Collected data entries
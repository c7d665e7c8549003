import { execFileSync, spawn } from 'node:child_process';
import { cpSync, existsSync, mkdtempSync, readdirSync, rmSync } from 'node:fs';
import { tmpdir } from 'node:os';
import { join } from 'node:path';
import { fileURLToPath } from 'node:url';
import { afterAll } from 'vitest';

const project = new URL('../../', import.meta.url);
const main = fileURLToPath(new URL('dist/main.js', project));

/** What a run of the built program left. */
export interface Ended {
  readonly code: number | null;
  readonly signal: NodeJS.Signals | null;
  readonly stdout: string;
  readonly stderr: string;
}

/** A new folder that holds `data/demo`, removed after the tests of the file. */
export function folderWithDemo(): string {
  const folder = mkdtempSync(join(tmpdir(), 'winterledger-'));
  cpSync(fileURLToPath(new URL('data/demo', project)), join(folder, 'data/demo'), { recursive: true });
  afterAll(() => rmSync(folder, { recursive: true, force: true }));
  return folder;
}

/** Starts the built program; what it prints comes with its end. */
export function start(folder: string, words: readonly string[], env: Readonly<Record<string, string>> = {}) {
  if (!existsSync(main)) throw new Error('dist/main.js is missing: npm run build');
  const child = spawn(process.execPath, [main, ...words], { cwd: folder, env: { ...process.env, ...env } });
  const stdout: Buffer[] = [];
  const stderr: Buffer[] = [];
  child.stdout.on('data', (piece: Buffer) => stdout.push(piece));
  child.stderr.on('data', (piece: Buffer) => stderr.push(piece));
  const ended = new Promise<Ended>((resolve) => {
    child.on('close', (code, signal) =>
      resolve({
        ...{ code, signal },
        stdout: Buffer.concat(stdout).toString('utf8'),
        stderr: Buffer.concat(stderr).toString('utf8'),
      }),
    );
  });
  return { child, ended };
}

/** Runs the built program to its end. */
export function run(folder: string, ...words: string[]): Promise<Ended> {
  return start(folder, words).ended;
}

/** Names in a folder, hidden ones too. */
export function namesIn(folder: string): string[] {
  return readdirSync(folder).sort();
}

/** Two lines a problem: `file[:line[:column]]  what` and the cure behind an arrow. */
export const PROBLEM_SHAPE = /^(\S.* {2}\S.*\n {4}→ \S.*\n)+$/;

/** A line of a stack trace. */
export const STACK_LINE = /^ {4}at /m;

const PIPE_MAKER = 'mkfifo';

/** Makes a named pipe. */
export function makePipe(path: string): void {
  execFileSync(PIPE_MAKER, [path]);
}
---
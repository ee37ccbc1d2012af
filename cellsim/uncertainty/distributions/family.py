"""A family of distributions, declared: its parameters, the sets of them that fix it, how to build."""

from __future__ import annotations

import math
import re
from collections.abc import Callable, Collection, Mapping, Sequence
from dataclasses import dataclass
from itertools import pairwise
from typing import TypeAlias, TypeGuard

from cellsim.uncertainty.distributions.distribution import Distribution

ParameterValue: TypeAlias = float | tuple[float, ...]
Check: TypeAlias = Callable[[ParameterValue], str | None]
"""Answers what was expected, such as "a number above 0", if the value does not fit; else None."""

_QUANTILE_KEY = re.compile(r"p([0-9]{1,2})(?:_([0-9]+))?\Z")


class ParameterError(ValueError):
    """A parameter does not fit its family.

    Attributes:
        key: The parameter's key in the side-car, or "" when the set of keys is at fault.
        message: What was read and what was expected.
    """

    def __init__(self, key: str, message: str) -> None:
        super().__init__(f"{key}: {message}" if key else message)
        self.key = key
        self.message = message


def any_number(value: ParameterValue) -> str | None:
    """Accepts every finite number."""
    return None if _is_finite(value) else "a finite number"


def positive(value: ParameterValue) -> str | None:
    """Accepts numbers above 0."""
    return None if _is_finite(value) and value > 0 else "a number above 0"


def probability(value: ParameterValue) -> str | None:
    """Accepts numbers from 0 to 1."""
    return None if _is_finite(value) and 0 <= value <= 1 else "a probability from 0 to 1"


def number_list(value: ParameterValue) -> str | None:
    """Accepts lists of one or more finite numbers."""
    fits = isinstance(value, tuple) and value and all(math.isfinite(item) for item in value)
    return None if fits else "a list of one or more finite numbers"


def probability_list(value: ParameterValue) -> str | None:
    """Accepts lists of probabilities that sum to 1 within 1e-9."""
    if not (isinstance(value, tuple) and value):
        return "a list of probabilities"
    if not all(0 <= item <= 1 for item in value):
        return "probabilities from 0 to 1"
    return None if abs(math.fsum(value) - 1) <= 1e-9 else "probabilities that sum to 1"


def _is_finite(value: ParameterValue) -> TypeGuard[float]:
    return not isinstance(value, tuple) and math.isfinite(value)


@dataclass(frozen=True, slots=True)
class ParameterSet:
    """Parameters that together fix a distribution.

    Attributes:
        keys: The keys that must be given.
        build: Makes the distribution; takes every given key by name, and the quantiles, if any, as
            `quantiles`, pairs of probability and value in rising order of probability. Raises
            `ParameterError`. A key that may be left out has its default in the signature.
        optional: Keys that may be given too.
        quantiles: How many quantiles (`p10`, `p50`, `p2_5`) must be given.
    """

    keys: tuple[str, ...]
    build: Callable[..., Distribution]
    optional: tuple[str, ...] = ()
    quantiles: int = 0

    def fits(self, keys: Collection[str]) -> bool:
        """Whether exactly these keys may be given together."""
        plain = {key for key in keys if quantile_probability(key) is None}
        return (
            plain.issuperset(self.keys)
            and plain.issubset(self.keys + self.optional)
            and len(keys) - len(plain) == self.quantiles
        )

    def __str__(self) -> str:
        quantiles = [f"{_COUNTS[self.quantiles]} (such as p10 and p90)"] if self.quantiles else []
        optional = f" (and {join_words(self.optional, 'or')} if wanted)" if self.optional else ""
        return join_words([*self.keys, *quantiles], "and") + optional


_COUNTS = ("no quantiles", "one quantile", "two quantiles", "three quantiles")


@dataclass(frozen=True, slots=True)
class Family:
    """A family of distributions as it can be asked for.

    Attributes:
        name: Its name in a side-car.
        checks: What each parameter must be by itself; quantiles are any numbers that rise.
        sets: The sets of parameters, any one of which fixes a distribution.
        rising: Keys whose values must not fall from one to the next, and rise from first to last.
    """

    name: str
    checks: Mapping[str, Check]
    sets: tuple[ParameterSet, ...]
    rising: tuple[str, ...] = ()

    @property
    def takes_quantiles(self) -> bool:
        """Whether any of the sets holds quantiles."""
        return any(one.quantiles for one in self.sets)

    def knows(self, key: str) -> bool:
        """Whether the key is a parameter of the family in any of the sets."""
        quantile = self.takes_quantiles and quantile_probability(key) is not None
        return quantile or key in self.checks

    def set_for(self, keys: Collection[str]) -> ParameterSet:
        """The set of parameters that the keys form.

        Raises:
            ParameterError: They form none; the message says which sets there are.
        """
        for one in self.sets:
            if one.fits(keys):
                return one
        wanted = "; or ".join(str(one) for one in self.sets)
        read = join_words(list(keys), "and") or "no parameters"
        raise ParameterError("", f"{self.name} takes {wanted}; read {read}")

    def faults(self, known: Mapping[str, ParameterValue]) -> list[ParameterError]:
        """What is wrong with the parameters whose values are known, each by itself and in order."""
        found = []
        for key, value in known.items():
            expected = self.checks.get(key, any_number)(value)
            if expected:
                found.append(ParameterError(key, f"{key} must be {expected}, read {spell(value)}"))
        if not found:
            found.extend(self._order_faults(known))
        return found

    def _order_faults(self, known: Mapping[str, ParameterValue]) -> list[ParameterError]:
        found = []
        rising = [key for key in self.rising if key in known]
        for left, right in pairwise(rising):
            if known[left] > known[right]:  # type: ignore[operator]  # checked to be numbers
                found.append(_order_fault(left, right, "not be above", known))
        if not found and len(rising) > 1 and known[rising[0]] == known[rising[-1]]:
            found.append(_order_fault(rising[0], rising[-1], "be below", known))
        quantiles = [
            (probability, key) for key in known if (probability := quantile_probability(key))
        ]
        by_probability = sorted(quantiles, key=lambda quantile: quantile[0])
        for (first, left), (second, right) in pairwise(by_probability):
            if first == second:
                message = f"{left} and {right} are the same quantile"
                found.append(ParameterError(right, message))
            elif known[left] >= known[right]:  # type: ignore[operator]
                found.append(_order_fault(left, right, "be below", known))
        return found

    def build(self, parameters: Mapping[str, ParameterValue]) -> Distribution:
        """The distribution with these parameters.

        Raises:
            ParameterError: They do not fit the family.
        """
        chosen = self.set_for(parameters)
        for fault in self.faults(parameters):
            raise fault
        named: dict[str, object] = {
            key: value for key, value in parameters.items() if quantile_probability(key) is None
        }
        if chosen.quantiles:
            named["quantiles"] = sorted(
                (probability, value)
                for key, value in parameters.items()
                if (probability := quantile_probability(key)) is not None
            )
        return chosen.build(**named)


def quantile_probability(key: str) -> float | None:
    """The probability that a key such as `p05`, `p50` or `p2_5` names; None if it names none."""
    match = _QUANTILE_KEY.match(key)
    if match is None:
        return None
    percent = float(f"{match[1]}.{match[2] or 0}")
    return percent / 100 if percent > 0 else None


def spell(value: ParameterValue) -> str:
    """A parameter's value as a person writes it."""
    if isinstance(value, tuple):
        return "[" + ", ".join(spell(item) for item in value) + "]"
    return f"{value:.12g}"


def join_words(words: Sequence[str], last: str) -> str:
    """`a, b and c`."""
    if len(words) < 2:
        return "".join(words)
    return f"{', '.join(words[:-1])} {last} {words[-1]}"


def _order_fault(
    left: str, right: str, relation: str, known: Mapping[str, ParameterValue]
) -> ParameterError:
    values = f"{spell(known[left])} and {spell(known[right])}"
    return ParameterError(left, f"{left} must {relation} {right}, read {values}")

◆ Required work
Filter the entries down to the lines that hold "main". Copy those lines.

◆ Solution below
const main = fileURLToPath(new URL('dist/main.js', project));
  if (!existsSync(main)) throw new Error('dist/main.js is missing: npm run build');
  const child = spawn(process.execPath, [main, ...words], { cwd: folder, env: { ...process.env, ...env } });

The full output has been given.